# What the task requires
Look through the records and copy each line that has "needs" in it.

Collected data
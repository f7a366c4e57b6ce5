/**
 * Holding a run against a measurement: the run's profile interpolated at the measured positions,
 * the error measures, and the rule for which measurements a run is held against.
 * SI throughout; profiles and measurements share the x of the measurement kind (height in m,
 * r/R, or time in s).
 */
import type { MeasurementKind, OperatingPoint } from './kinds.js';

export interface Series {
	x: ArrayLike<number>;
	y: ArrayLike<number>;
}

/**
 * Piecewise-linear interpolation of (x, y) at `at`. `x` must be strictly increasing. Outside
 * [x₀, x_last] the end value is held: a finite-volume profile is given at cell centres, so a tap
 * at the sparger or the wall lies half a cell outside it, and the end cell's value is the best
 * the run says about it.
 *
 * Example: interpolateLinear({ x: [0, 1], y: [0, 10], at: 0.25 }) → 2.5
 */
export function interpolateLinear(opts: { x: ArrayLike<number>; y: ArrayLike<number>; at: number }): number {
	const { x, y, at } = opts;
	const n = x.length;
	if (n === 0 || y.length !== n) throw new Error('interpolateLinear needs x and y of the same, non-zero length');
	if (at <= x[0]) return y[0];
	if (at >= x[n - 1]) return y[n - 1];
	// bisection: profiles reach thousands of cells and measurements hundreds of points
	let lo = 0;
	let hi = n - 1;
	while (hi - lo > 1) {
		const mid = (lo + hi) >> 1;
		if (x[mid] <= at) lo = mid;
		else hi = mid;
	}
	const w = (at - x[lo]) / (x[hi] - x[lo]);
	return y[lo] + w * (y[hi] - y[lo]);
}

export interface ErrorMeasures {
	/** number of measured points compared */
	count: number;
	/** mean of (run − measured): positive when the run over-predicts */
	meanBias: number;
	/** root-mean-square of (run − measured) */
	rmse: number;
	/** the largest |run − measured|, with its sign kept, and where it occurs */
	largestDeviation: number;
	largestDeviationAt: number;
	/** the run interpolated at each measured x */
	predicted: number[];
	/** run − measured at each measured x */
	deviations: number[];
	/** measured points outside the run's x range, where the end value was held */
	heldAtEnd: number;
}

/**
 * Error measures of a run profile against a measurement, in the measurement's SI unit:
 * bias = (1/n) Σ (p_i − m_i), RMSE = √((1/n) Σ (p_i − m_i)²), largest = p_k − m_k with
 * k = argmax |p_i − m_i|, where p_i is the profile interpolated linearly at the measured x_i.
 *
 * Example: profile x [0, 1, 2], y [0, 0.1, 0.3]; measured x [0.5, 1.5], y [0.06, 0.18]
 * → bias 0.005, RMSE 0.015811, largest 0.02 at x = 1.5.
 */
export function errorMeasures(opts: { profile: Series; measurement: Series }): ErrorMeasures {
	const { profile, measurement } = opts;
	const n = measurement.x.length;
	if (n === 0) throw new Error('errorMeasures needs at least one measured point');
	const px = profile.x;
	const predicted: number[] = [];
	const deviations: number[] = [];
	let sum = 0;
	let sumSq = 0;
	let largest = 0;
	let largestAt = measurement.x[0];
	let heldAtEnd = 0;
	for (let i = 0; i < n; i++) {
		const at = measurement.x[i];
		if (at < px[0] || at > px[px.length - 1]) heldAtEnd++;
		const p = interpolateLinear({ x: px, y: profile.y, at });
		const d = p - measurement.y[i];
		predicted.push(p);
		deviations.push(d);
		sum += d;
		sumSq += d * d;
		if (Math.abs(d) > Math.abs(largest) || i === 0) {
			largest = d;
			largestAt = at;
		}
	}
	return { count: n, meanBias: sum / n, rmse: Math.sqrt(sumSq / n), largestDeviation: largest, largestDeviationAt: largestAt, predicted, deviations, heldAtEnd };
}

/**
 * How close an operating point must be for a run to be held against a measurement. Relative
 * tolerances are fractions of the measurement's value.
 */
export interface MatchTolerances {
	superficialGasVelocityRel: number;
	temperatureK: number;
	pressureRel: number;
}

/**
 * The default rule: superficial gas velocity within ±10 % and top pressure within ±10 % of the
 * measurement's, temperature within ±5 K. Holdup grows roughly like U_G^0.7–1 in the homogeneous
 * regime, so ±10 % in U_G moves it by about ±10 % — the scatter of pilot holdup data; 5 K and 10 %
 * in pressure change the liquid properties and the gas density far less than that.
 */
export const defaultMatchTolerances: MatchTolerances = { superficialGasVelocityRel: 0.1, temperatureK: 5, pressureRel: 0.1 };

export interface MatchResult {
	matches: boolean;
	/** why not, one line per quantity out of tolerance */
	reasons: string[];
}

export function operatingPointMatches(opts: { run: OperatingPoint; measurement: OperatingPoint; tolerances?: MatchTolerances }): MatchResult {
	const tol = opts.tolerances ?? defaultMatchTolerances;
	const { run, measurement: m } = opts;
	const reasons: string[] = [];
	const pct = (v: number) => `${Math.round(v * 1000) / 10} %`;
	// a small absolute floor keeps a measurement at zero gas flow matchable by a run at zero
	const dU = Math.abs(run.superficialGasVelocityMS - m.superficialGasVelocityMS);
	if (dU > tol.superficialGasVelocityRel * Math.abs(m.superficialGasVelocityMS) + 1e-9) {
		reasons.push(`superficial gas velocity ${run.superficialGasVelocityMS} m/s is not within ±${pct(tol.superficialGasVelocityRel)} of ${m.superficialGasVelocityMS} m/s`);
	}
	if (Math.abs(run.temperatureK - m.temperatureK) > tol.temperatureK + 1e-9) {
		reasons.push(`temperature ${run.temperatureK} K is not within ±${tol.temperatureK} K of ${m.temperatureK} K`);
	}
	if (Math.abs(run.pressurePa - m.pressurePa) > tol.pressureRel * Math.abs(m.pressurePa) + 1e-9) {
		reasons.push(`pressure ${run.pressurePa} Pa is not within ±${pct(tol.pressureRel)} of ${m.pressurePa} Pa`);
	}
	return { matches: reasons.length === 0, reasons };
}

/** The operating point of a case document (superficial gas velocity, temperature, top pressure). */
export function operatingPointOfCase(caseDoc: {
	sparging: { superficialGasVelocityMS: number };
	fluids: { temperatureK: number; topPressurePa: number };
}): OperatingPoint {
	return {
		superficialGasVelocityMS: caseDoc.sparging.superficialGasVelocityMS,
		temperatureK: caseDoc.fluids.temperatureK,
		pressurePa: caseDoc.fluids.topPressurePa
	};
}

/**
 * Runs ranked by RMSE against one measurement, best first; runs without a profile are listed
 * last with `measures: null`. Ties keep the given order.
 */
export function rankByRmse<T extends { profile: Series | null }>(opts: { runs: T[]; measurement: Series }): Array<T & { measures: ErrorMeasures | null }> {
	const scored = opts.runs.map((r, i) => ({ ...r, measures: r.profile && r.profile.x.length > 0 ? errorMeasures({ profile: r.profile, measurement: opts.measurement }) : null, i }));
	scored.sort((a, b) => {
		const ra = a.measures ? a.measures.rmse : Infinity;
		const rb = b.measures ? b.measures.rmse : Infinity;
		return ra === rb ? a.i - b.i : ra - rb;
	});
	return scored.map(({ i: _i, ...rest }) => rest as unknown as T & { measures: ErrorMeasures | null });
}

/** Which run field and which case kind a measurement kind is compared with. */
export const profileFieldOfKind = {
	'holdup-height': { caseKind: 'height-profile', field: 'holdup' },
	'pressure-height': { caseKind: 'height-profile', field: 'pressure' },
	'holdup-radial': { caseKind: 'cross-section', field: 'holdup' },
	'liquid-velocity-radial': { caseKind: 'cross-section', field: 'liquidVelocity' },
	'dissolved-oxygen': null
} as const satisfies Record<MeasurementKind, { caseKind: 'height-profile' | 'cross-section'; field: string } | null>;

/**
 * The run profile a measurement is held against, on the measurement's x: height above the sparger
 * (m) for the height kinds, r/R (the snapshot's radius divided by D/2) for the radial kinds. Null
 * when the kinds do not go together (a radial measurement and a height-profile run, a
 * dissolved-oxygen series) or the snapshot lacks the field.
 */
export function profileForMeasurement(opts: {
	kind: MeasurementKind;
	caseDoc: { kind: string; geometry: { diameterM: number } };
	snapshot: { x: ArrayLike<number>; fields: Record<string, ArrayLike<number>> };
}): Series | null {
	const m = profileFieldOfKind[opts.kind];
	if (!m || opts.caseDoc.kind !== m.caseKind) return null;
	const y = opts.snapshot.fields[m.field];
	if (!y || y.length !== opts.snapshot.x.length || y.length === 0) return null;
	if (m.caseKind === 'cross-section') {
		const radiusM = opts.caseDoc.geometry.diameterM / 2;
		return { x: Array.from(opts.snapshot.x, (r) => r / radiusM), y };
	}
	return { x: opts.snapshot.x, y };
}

# Answer to this exercise
	if (n === 0 || y.length !== n) throw new Error('interpolateLinear needs x and y of the same, non-zero length');
	if (n === 0) throw new Error('errorMeasures needs at least one measured point');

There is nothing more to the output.